▸ Task requirements:
Set down the lines of the data exactly, starting at the first and stopping after the line containing "not be computed.".

▸ Records supplied:
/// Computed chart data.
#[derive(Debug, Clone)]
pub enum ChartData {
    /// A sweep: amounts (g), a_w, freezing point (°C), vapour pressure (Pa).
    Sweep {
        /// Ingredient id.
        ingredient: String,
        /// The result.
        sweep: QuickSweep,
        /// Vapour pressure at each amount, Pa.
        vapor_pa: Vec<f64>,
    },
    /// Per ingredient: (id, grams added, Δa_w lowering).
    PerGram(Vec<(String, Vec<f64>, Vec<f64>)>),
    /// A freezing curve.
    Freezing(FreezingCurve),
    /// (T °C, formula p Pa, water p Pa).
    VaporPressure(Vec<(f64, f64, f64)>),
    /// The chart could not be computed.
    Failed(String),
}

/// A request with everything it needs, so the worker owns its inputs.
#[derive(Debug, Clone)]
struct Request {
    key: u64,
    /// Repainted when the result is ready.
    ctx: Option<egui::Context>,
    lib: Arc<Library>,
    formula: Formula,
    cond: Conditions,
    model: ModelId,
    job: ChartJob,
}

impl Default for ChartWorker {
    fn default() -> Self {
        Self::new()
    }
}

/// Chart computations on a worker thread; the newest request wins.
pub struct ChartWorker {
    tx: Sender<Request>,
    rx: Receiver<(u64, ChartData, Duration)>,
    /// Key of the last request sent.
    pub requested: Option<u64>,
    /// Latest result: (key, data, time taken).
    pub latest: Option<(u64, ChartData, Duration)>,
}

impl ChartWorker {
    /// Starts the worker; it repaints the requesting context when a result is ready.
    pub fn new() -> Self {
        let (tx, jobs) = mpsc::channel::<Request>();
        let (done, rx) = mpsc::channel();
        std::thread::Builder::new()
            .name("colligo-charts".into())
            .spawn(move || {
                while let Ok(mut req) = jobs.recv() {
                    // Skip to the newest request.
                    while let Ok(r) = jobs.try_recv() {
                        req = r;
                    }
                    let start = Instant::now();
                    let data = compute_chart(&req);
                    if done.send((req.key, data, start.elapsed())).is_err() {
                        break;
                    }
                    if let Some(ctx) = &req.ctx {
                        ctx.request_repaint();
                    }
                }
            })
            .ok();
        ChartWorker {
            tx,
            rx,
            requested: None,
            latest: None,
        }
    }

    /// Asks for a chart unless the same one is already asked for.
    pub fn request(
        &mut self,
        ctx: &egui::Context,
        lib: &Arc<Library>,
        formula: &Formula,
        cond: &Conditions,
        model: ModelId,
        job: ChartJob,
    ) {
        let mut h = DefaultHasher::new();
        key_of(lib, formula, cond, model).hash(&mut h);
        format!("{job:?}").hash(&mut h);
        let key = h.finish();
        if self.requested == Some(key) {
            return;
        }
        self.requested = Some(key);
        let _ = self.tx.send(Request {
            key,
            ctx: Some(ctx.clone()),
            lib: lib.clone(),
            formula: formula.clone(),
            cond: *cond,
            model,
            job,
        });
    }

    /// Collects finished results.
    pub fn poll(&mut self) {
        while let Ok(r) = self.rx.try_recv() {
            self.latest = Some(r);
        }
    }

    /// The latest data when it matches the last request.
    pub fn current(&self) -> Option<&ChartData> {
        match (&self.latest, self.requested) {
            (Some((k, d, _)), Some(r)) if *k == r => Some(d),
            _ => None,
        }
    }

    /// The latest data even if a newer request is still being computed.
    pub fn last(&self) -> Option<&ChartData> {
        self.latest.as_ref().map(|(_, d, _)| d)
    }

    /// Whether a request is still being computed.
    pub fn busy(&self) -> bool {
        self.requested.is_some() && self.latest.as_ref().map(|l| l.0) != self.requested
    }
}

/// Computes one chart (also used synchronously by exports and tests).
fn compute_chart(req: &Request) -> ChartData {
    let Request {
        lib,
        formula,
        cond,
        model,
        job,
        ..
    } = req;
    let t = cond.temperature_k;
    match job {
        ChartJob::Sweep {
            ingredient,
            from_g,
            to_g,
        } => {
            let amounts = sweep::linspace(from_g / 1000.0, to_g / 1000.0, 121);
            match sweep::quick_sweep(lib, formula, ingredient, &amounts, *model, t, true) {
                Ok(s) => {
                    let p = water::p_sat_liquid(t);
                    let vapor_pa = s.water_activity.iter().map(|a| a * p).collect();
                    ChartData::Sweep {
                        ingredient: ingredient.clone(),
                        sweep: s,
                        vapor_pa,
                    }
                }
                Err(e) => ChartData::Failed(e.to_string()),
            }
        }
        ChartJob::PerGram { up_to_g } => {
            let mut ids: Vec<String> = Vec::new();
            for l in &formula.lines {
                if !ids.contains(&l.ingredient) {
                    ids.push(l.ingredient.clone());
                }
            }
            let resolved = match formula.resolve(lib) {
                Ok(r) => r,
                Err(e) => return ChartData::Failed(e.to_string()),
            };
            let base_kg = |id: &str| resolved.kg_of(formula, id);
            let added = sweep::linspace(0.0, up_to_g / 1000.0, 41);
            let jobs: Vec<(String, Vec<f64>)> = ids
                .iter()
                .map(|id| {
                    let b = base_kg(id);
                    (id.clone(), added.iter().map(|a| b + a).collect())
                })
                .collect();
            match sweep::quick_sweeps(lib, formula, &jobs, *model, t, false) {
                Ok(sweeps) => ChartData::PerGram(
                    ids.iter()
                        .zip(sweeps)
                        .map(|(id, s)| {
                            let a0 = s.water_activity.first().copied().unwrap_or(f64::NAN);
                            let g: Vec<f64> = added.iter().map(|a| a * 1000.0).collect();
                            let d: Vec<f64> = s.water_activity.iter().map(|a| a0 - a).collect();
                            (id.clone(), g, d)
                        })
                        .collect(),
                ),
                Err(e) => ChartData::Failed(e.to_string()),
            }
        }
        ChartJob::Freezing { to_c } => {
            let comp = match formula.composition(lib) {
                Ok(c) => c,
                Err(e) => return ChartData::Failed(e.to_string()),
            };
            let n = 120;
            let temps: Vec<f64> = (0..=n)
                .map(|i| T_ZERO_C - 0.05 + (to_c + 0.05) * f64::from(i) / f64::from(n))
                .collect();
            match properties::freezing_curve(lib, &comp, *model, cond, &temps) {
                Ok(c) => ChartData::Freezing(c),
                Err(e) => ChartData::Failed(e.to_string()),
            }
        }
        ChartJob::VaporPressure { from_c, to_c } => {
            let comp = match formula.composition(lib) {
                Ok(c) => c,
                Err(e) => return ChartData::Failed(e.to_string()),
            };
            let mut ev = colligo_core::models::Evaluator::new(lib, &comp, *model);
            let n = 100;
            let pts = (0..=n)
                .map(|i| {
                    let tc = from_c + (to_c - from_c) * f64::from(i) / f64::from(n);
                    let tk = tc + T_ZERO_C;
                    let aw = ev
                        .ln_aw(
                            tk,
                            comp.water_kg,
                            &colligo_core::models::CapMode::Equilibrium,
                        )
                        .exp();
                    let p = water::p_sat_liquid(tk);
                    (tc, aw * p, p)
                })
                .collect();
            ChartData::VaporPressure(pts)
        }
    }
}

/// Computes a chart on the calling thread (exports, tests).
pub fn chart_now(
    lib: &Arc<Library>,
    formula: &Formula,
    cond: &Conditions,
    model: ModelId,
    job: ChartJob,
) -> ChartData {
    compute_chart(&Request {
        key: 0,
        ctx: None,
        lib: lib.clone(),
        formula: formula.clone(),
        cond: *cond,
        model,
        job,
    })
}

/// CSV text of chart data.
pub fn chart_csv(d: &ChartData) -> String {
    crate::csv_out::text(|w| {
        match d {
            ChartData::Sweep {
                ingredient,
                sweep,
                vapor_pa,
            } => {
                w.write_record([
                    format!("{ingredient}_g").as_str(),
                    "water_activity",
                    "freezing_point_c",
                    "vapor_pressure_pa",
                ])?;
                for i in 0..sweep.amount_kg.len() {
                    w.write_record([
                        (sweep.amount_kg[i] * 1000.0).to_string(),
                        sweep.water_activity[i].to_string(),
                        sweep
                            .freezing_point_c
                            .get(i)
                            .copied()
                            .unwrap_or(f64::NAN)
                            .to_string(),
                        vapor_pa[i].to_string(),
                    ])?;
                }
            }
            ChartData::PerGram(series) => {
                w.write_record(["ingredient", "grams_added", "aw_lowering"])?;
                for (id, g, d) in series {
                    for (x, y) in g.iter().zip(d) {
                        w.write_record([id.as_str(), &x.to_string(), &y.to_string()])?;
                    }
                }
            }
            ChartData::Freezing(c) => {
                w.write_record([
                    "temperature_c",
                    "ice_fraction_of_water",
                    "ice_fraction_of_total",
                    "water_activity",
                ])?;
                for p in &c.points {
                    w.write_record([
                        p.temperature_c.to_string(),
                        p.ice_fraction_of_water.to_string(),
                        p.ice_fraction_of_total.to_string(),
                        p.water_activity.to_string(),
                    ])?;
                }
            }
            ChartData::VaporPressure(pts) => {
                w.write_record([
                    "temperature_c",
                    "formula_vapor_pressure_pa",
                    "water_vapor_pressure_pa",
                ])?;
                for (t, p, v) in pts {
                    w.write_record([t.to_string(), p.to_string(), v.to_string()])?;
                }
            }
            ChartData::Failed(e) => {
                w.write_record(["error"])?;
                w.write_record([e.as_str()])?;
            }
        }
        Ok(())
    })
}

▸ Answer box:
/// Computed chart data.
#[derive(Debug, Clone)]
pub enum ChartData {
    /// A sweep: amounts (g), a_w, freezing point (°C), vapour pressure (Pa).
    Sweep {
        /// Ingredient id.
        ingredient: String,
        /// The result.
        sweep: QuickSweep,
        /// Vapour pressure at each amount, Pa.
        vapor_pa: Vec<f64>,
    },
    /// Per ingredient: (id, grams added, Δa_w lowering).
    PerGram(Vec<(String, Vec<f64>, Vec<f64>)>),
    /// A freezing curve.
    Freezing(FreezingCurve),
    /// (T °C, formula p Pa, water p Pa).
    VaporPressure(Vec<(f64, f64, f64)>),
    /// The chart could not be computed.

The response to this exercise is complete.